Oh - I don’t have children. But a weird thing…my niece - my sister’s daughter - shares a birthday with our father, who died before she was born. Comparing photos of my niece and myself at that age - we could be the same child, I swear.

So, I’m adopted - by my aunt. Meaning I look fairly like her, but I don’t look like my dad at all (who I am only related to by the fact that he married my aunt).

I, of course, never knew this for the first half of my life. Yet, I often wondered. I look enough like my adoptive mom, but not that much. I am much lighter than all of them. No one in my family had curly hair but my grandfather and one uncle. I have large, dark eyes - my “mother” doesn’t, and neither does my father. And I really didn’t look like any of them, not even my real mother, not as a teen.

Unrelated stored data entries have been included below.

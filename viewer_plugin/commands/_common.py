"""Helpers shared by the sub-commands: errors, inputs, outputs and terminal progress.

The commands only translate arguments into calls of :mod:`viewer_plugin.jobs`
and write or print what comes back; everything here is about the terminal
and the file system, nothing about the analysis.
"""

from __future__ import annotations

import contextlib
import logging
import os
import sys
from pathlib import Path
from typing import Any, Iterable, Iterator

from .._shared.atomic import atomic_write

#: Exit statuses (documented in ``stackdepth --help``).
EXIT_OK = 0
EXIT_FAILURE = 1
EXIT_USAGE = 2
EXIT_OVER_TOLERANCE = 3

#: Suffixes of the image files and folders the commands write.
OME_TIFF = (".ome.tif", ".ome.tiff")
OME_ZARR = ".ome.zarr"


class CommandError(Exception):
    """A user-facing failure: printed as one line, exit status 2."""


def check_output_path(path: str | os.PathLike[str], *, overwrite: bool, name: str = "--output") -> Path:
    """Refuse to replace an existing file unless *overwrite*; the folder must exist."""
    out = Path(path)
    if out.exists() and not overwrite:
        raise CommandError(f"{name}: {out} exists; pass --overwrite to replace it")
    if not out.parent.exists():
        raise CommandError(f"{name}: folder {out.parent} does not exist")
    return out


def check_outputs(args: Any, options: tuple[str, ...] = ("output", "report", "plot"),
                  images: Iterable[str] = ("output",)) -> dict[str, Path | None]:
    """Check every output option of *args* before any work: no silent overwrite, distinct files.

    The options named in *images* must name OME-TIFF files or OME-Zarr folders. Returns option
    name -> path (or None when not given).
    """
    out: dict[str, Path | None] = {}
    for option in options:
        value = getattr(args, option)
        out[option] = None if value is None else check_output_path(
            value, overwrite=args.overwrite, name=f"--{option}")
    paths = [p.resolve() for p in out.values() if p is not None]
    if len(set(paths)) != len(paths):
        names = "/".join(f"--{o}" for o in options)
        raise CommandError(f"{names}: expected different files, got the same path twice")
    for option in images:
        target = out.get(option)
        if target is not None and not target.name.lower().endswith(OME_TIFF + (OME_ZARR,)):
            raise CommandError(f"--{option}: expected a .ome.tif file or .ome.zarr folder name, "
                               f"got {target.name}")
    return out


def refuse_set(args: Any, why: str, **defaults: Any) -> None:
    """Refuse the first option *args* sets away from its default (``name=default``): ``--name: why``.

    For options that do not fit the chosen method: say so instead of ignoring them.
    """
    for name, default in defaults.items():
        if getattr(args, name) != default:
            raise CommandError(f"--{name.replace('_', '-')}: {why}")


def check_input(path: str, *, name: str = "INPUT") -> Path:
    """An input path that exists and is a file or an OME-Zarr folder; say which when it is not."""
    from ..io import is_ome_zarr

    source = Path(path)
    if not source.exists():
        raise CommandError(f"{name}: {source}: no such file or folder")
    if source.is_dir() and not (source.name.lower().endswith(".zarr") or is_ome_zarr(source)):
        raise CommandError(f"{name}: {source} is a folder; expected an OME-TIFF or TIFF file, or "
                           "an OME-Zarr folder (.ome.zarr)")
    return source


def read_input(path: str, *, name: str = "INPUT") -> Any:
    """Read an input stack (OME-TIFF/TIFF file or OME-Zarr folder, lazily when large)."""
    from ..io import read_stack

    return read_stack(check_input(path, name=name))


def is_zarr_output(path: Path) -> bool:
    """Whether an output path names an OME-Zarr folder (written as a chunked pyramid)."""
    return path.name.lower().endswith(OME_ZARR)


def write_image(path: Path, data: Any, geometry: Any, *, metadata: dict[str, Any],
                overwrite: bool, channel_names: list[str] | None = None) -> Path:
    """Write *data* with its geometry (axes and µm scale), atomically.

    ``.ome.zarr`` outputs become a chunked, multiscale OME-Zarr folder written
    chunk by chunk (a lazy dask result is never held whole in memory);
    anything else an OME-TIFF.
    """
    from ..io import write_ome_tiff, write_ome_zarr

    if is_zarr_output(path):
        axes, scale, translate = geometry.axes, geometry.scale, geometry.translate
        if axes.endswith("S"):  # NGFF has no sample axis: RGB becomes three channels
            import numpy as np

            data = np.moveaxis(np.asarray(data), -1, 0)
            axes, scale, translate = "C" + axes[:-1], (1.0,) + scale[:-1], (0.0,) + translate[:-1]
            channel_names = ["red", "green", "blue"]
        with TerminalProgress(f"writing {path.name}") as progress:
            return write_ome_zarr(path, data, axes=axes, scale=scale,
                                  translate=translate, channel_names=channel_names,
                                  metadata=metadata, overwrite=overwrite, progress=progress)
    return write_ome_tiff(path, data, axes=geometry.axes, scale=geometry.scale,
                          channel_names=channel_names, metadata=metadata, overwrite=overwrite)


def save_figure(path: Path, figure: Any, *, dpi: int = 120) -> Path:
    """Save a matplotlib figure as PNG, atomically."""
    return atomic_write(path, lambda tmp: figure.savefig(tmp, format="png", dpi=dpi))


def in_cli_words(record: dict[str, Any]) -> dict[str, Any]:
    """A job's provenance with its step sources named as the options that set them."""
    words = {"z_step_from": "--z-step", "interval_from": "--interval"}
    return {key: (words[key] if key in words and value == "given" else value)
            for key, value in record.items()}


def finish_parser(parser: Any, run: Any, *, channel_help: str | None = None,
                  overwrite_help: str = "replace existing output files") -> None:
    """The options a computing command ends with, and the function that runs it.

    ``--channel N`` (when *channel_help* says what it does), ``--overwrite``,
    ``--workers``/``--scheduler`` (see :func:`add_compute_options`).
    """
    if channel_help is not None:
        parser.add_argument("--channel", type=int, default=None, metavar="N", help=channel_help)
    parser.add_argument("--overwrite", action="store_true", help=overwrite_help)
    add_compute_options(parser)
    parser.set_defaults(func=run)


def add_compute_options(parser: Any) -> None:
    """``--workers N`` / ``--scheduler ADDRESS``: where a command's dask graphs run."""
    group = parser.add_argument_group(
        "where to compute (for OME-Zarr and other chunked inputs; default: threads on this machine)")
    group.add_argument("--workers", type=int, default=None, metavar="N",
                       help="start a local dask.distributed cluster of N worker processes for "
                            "this command")
    group.add_argument("--scheduler", default=None, metavar="ADDRESS",
                       help="run on an existing dask.distributed cluster (e.g. tcp://host:8786)")


@contextlib.contextmanager
def compute_scheduler(args: Any) -> Iterator[Any]:
    """Run the command's dask work on the cluster its options ask for (None: dask's threads).

    A local cluster is started for the command and closed after it; an
    existing scheduler is connected to and left running. Chunked inputs
    (OME-Zarr, large TIFF) are then computed block by block on the workers.
    """
    workers, address = getattr(args, "workers", None), getattr(args, "scheduler", None)
    if workers is None and address is None:
        yield None
        return
    if workers is not None and address is not None:
        raise CommandError("--workers/--scheduler: expected one of them, got both")
    if workers is not None and workers < 1:
        raise CommandError(f"--workers: expected a number of workers >= 1, got {workers}")
    try:
        from distributed import Client, LocalCluster
    except ImportError:  # pragma: no cover - a dependency of stackdepth
        raise CommandError("--workers/--scheduler: needs dask.distributed "
                           "(pip install 'dask[distributed]')") from None
    if address is not None:
        try:
            client = Client(address, timeout="10s")
        except (OSError, TimeoutError) as exc:
            raise CommandError(f"--scheduler: cannot reach {address} ({exc})") from None
        with client:
            yield client
        return
    threads = max(1, (os.cpu_count() or 1) // workers)
    with LocalCluster(n_workers=workers, threads_per_worker=threads, processes=True,
                      dashboard_address=None, silence_logs=logging.ERROR) as cluster, \
            Client(cluster) as client:
        yield client


def print_notes(notes: Iterable[str]) -> None:
    """Notes go to stderr, each on its own line (only once the command has succeeded)."""
    for text in notes:
        print(f"stackdepth: note: {text}", file=sys.stderr)


class TerminalProgress:
    """A progress bar on stderr (tqdm: rate and time left), only when stderr is a terminal.

    Call it as ``progress(done, total)``; it matches the kernels' callback.
    """

    def __init__(self, label: str, *, stream: Any = None, enabled: bool | None = None) -> None:
        self.label = label
        self.stream = stream if stream is not None else sys.stderr
        self.enabled = _is_terminal(self.stream) if enabled is None else enabled
        self._bar: Any = None

    def __call__(self, done: int, total: int) -> None:
        if not self.enabled:
            return
        if self._bar is None:
            from tqdm import tqdm

            self._bar = tqdm(total=total, desc=self.label, file=self.stream, leave=True,
                             dynamic_ncols=True, mininterval=0.1)
        if self._bar.total != total:
            self._bar.total = total
        self._bar.n = min(done, total)
        self._bar.refresh()

    def close(self) -> None:
        if self._bar is not None:
            self._bar.close()
            self._bar = None

    def __enter__(self) -> "TerminalProgress":
        return self

    def __exit__(self, *exc: Any) -> None:
        self.close()


def _is_terminal(stream: Any) -> bool:
    try:
        return bool(stream.isatty())
    except (AttributeError, ValueError):
        return False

Eventually it came out that I was adopted. Ok, whatever. Fast forward fifteen or so years and I saw a picture of myself sitting on the couch - and I looked exactly like my real mother. I mean, same fucking expression and same shape of the face; everything. Same large, dark eyes. What the hell? How could genetics work like that? I mean, I was almost a carbon copy! I look different when I smile, but that could be because I never saw her smile very often, not a real toothy smile like I give all the time, only small smiles. But my sardonic face is exactly her face.

I have no idea what my real dad looks like. I presume he had the curly hair, and from him I probably also got a few other things, like my love of fantasy (everyone in MY family has their feet firmly grounded in reality and don’t dream at all).

My baby sister also declines to reproduce (which is a shame), but she and our eldest niece are the spitting image of one another. It’s particularly apparent now, because they’re only twelve years apart in age and my sister looks a decade younger than she is.

I look a lot like both of my parents. The older I get the more I look like my mother and the more I act like my father. No one but Dad can tell Mom and I apart on the phone.

Taste in literature comes from one’s English teachers, Mika, particularly those from 2nd to 5th grades. Sorry about the confusion; there’s supposed to be a memo. :wink:

Ooh, voices. Funny thing!

Mom and I sound EXACTLY alike on the phone. And weirdly, we both sounded exactly like HER mother, when she was alive.

Yet mom and I sing in the same choir - she’s one of our highest-range sopranos, and I sing with the tenor section.

My daughter is a dead ringer for her late paternal grandmother. It’s kind of scary. My other daughter looks like a mixture of the two of us.

Me? I don’t resemble anyone.

And I am exceptionally fond of almost all of my English teachers…so you may be onto something. I just wish there were more worthy careers you could do with a love of English, linguistics, and literature. Le sigh.

Technical writing. The love of literature doesn’t directly help, but it does make it more likely that you’ll be good with the written word. And linguistics helps a lot with understanding just how to phrase things unambiguously.

That’ll be a dollar, of course. And as always I’ve sent someone to get it out of your purse.

DAMNIT! Thankfully, I had a dollar! Um, what do you do if I don’t?

Everyone declares that we both look like our mom because we have the same coloring as she does - blue eyes (Dad has them too), red hair, very fair skin - but beyond being colored with the genetic crayon neither little bro or I look that much like her. We have Dad’s oval faces instead of her round one. Occasionally people have picked up on the fact that we’re part Scottish and she isn’t, for example.